Wenn ihr Spaß an Bergauf-Bergab auf pfälzer Trails sucht bitte meldet euch!

Viele Grüße
Zena


----------



## 4mate (9. März 2013)

cool


----------



## MTB-News.de




----------



## Bettina (10. März 2013)

Hi Zena,
lange nichts gehört! Ich wohne jetzt etwas näher an der Pfalz  Ich arbeite mich heran.
LG Bettina


----------



## zena (10. März 2013)

Mädels!
es ist Frühling, die Trails sind (fast) furztrocken und die blassen Waden haben die ersten Sonnenstrahlen abgekriegt. Schön wars heute im Wald!
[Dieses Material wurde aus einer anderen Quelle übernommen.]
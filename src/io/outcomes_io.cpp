// The outcomes reader (outcomes_io.hpp): streams the file in blocks cut at record ends, so that
// memory holds the columns kept and one block.
#include "firmcall/io/outcomes_io.hpp"

#include <algorithm>
#include <array>
#include <cstdio>
#include <cstring>
#include <memory>
#include <optional>
#include <string_view>
#include <unordered_map>
#include <unordered_set>

#include "firmcall/book/errors.hpp"
#include "firmcall/io/csv.hpp"
#include "firmcall/io/history_io.hpp"

namespace firmcall {

namespace {

constexpr std::size_t kBlockBytes = 1 << 20;

enum Column : std::size_t { kId, kPd, kCompare, kDefaulted, kGrade, kAsOf, kSegment, kColumns };

class OutcomeParser {
 public:
  OutcomeParser(const std::string& origin, const OutcomeReadOptions& options, const GradeScale& scale)
      : origin_(origin), options_(options), scale_(scale) {
    s_.origin = origin;
    s_.pd_column = options.pd_column;
    s_.compare_column = options.compare_column;
    for (const GradeBand& b : scale.bands) add_label(b.label);
  }

  // Takes one record (blank records skipped by the caller).
  void record(const std::vector<std::string_view>& fields, std::size_t line) {
    if (!have_header_) return header(fields, line);
    row(fields, line);
  }

  OutcomeSample finish() {
    if (!have_header_) throw InputError(located(origin_, 0, "empty file: a header row is required"));
    if (s_.pd.empty()) throw InputError(located(origin_, 0, "no rows: a validation needs observations"));
    if (s_.defaults == 0 || s_.defaults == s_.pd.size()) {
      throw InputError(located(origin_, 0,
                               std::string("field 'defaulted': ") +
                                   (s_.defaults == 0 ? "no defaults" : "every row defaulted") + " in " +
                                   std::to_string(s_.pd.size()) +
                                   " rows; discrimination needs both defaulters and non-defaulters"));
    }
    return std::move(s_);
  }

 private:
  void add_label(const std::string& label) {
    if (label_index_.emplace(label, static_cast<int>(s_.grade_labels.size())).second) {
      s_.grade_labels.push_back(label);
    }
  }

  void header(const std::vector<std::string_view>& fields, std::size_t line) {
    have_header_ = true;
    const std::string_view names[kColumns] = {"id", "", "", "defaulted", "grade", "as_of", "segment"};
    at_.fill(-1);
    width_ = fields.size();
    for (std::size_t i = 0; i < fields.size(); ++i) {
      const std::string_view name = trim_blanks(fields[i]);
      if (name.empty()) {
        throw InputError(located(origin_, line, "header: column " + std::to_string(i + 1) + " has no name"));
      }
      std::size_t k = kColumns;
      if (name == options_.pd_column) {
        k = kPd;
      } else if (!options_.compare_column.empty() && name == options_.compare_column) {
        k = kCompare;
      } else {
        for (std::size_t c = 0; c < kColumns; ++c) {
          if (!names[c].empty() && names[c] == name) k = c;
        }
      }
      if (k == kColumns) {
        s_.notes.push_back(located(origin_, line, "note: column '" + std::string(name) + "' is not used"));
        continue;
      }
      if (at_[k] >= 0) {
        throw InputError(located(origin_, line, "header: column '" + std::string(name) + "' appears twice"));
      }
      at_[k] = static_cast<int>(i);
    }
    require(kId, "id", line);
    require(kPd, options_.pd_column, line);
    if (!options_.compare_column.empty()) require(kCompare, options_.compare_column, line);
    require(kDefaulted, "defaulted", line);
    s_.graded_from_pd = at_[kGrade] < 0;
  }

  void require(std::size_t k, std::string_view name, std::size_t line) const {
    if (at_[k] < 0) {
      throw InputError(
          located(origin_, line, "header: required column '" + std::string(name) + "' is missing"));
    }
  }

  std::string_view cell(const std::vector<std::string_view>& fields, std::size_t k) const {
    return trim_blanks(fields[static_cast<std::size_t>(at_[k])]);
  }

  [[noreturn]] void bad(std::size_t line, std::string_view field, const std::string& reason,
                        std::string_view value) const {
    throw InputError(located(
        origin_, line, "field '" + std::string(field) + "': " + reason + ", got " + quoted_cell(value)));
  }

  double probability(const std::vector<std::string_view>& fields, std::size_t k, std::string_view field,
                     std::size_t line) const {
    const std::string_view c = cell(fields, k);
    double v = 0.0;
    if (!parse_number(c, v) || !(v >= 0.0 && v <= 1.0)) {
      bad(line, field, "expected a probability in [0, 1] such as 0.012 (not percent)", c);
    }
    return v;
  }

  void row(const std::vector<std::string_view>& fields, std::size_t line) {
    if (fields.size() != width_) {
      throw InputError(located(
          origin_, line,
          "row has " + std::to_string(fields.size()) + " fields, the header has " + std::to_string(width_)));
    }
    const std::string_view id = cell(fields, kId);
    if (id.empty())
      throw InputError(located(origin_, line, "field 'id': missing (every row needs an obligor id)"));
    const double pd = probability(fields, kPd, options_.pd_column, line);
    const double compare =
        at_[kCompare] >= 0 ? probability(fields, kCompare, options_.compare_column, line) : 0.0;
    const std::string_view flag = cell(fields, kDefaulted);
    if (flag != "0" && flag != "1") bad(line, "defaulted", "expected 0 or 1", flag);
    int grade = -1;
    if (at_[kGrade] >= 0) {
      const std::string_view label = cell(fields, kGrade);
      if (label.empty())
        bad(line, "grade", "missing (give a grade on every row, or leave out the column)", label);
      const auto it = label_index_.find(std::string(label));
      if (it != label_index_.end()) {
        grade = it->second;
      } else {
        grade = static_cast<int>(s_.grade_labels.size());
        add_label(std::string(label));
      }
    } else {
      grade = scale_.index_of(pd);
    }
    int segment = -1;
    if (at_[kSegment] >= 0) {
      const std::string_view label = cell(fields, kSegment);
      if (label.empty())
        bad(line, "segment", "missing (give a segment on every row, or leave out the column)", label);
      segment = segment_of(label);
    }
    std::int32_t as_of = 0;
    if (at_[kAsOf] >= 0) {
      const std::string_view date = cell(fields, kAsOf);
      if (date.empty() || date != last_date_) {  // rows often share a date: parse a run once
        const std::optional<std::int32_t> day = parse_iso_date(date);
        if (!day) bad(line, "as_of", "expected a calendar date YYYY-MM-DD", date);
        last_date_.assign(date);
        last_day_ = *day;
      }
      as_of = last_day_;
    }
    if (options_.keep_ids) {
      if (!seen_ids_.emplace(id).second) bad(line, "id", "appears twice (each obligor once per sample)", id);
      s_.ids.emplace_back(id);
    }
    s_.pd.push_back(pd);
    if (at_[kCompare] >= 0) s_.compare_pd.push_back(compare);
    s_.defaulted.push_back(flag == "1" ? 1 : 0);
    s_.defaults += flag == "1" ? 1 : 0;
    s_.grade.push_back(grade);
    if (segment >= 0) s_.segment.push_back(segment);
    if (at_[kAsOf] >= 0) s_.as_of.push_back(as_of);
  }

  // The index of a segment label, added when new; a few labels are compared one by one, which is
  // cheaper than hashing each row's label.
  int segment_of(std::string_view label) {
    constexpr std::size_t kFewSegments = 8;
    if (s_.segment_labels.size() <= kFewSegments) {
      for (std::size_t i = 0; i < s_.segment_labels.size(); ++i) {
        if (s_.segment_labels[i] == label) return static_cast<int>(i);
      }
    }
    const auto [it, added] =
        segment_index_.try_emplace(std::string(label), static_cast<int>(s_.segment_labels.size()));
    if (added) s_.segment_labels.emplace_back(label);
    return it->second;
  }

  const std::string& origin_;
  const OutcomeReadOptions& options_;
  const GradeScale& scale_;
  OutcomeSample s_;
  bool have_header_ = false;
  std::array<int, kColumns> at_{};
  std::size_t width_ = 0;
  std::unordered_map<std::string, int> label_index_;
  std::unordered_map<std::string, int> segment_index_;  // every segment label
  std::string last_date_;  // the as_of text of the previous row, and its day number
  std::int32_t last_day_ = 0;
  std::unordered_set<std::string> seen_ids_;
};

// Feeds the complete records of `text` (all of it when `at_end`) to the parser; returns the bytes
// used. `line` is the line number of text's first byte and moves on.
std::size_t feed(std::string_view text, bool at_end, OutcomeParser& parser, std::size_t& line,
                 CsvRecordReader& records) {
  records.start(text, line, at_end);
  while (records.next()) parser.record(records.fields(), records.line());
  line = records.next_line();
  return records.consumed();
}

struct FileCloser {
  void operator()(std::FILE* f) const { std::fclose(f); }
};

void check_options(const OutcomeReadOptions& options) {
  if (const OptionCheck problem = options.validate()) throw OptionError(problem->field, problem->constraint);
}

}  // namespace

OptionCheck OutcomeReadOptions::validate() const {
  const auto fixed = [](const std::string& s) {
    return s == "id" || s == "defaulted" || s == "grade" || s == "as_of" || s == "segment";
  };
  if (pd_column.empty() || fixed(pd_column)) {
    return OptionProblem{"pd_column", "'" + pd_column + "'",
                         "must name a PD column other than id, defaulted, grade, as_of, segment"};
  }
  if (!compare_column.empty() && (fixed(compare_column) || compare_column == pd_column)) {
    return OptionProblem{"compare_column", "'" + compare_column + "'",
                         "must name a second PD column, different from pd_column and the fixed columns"};
  }
  return std::nullopt;
}

OutcomeSample parse_outcomes(std::string_view text, const std::string& origin,
                             const OutcomeReadOptions& options, const GradeScale& scale) {
  check_options(options);
  OutcomeParser parser(origin, options, scale);
  CsvRecordReader records(origin);
  std::size_t line = 1;
  feed(text, true, parser, line, records);
  return parser.finish();
}

OutcomeSample load_outcomes(const std::string& path, const OutcomeReadOptions& options,
                            const GradeScale& scale) {
  check_options(options);
  std::unique_ptr<std::FILE, FileCloser> f(std::fopen(path.c_str(), "rb"));
  if (!f) throw InputError("cannot open file '" + path + "'");
  OutcomeParser parser(path, options, scale);
  CsvRecordReader records(path);
  std::string buffer;
  std::size_t line = 1;
  std::size_t kept = 0;  // bytes carried over from the previous block
  for (;;) {
    buffer.resize(kept + kBlockBytes);
    const std::size_t got = std::fread(buffer.data() + kept, 1, kBlockBytes, f.get());
    if (std::ferror(f.get())) throw InputError("cannot read file '" + path + "'");
    const bool at_end = got < kBlockBytes;
    const std::string_view text(buffer.data(), kept + got);
    const std::size_t used = feed(text, at_end, parser, line, records);
    kept = text.size() - used;
    std::memmove(buffer.data(), buffer.data() + used, kept);
    if (at_end) break;
  }
  return parser.finish();
}

}  // namespace firmcall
 @Bettina: wann kommste mal vorbei?


----------



## Bettina (12. März 2013)

Im Moment müßtest du sehr langsam fahren, damit ich mitkommen kann... Ich war lange krank...
Am kommenden Wochenende könnte ich nur Sonntag, Samstag ist schon vergeben.
Gruß Bettina


----------



## zena (12. März 2013)

am 16/17.3 kann ich mal gar net, da bin ich selbst leider verplant...hmmm mein Kallender sagt irgendwie 13/14.4


----------



## Bettina (13. März 2013)

Passt  dann bin ich auch schon wieder etwas fitter (hoffe ich).

Ich würd mich freuen, wenn es klappt. Ich bin vorher noch mit 9 Mädels in Merzalben zum Radeln.  Aus der Truppe kommt bestimmt gerne eine mit.

Gruß Bettina


----------



## Mausoline (21. April 2013)

Hallole,

habt ihr irgendwie ne Tour geplant in nächster Zeit????

Ich muss mal wieder was anderes fahren, vielleicht käme ich dazu


----------



## Bettina (26. April 2013)

Hallo Mausoline,
wir haben noch nichts verabredet. Mich hat jetzt eine kleine OP wieder um drei Wochen zurück geworfen. So fiel der April für mich wieder aus.
Aber bald ist ja Mai 
Ich hoffe, da geht was!

LG Bettina


----------



## samafa (30. April 2013)

Wenn ihr noch eine Anfängerin  ohne Fahrtechnikkurs mitnimmt, wäre ich dabei.


----------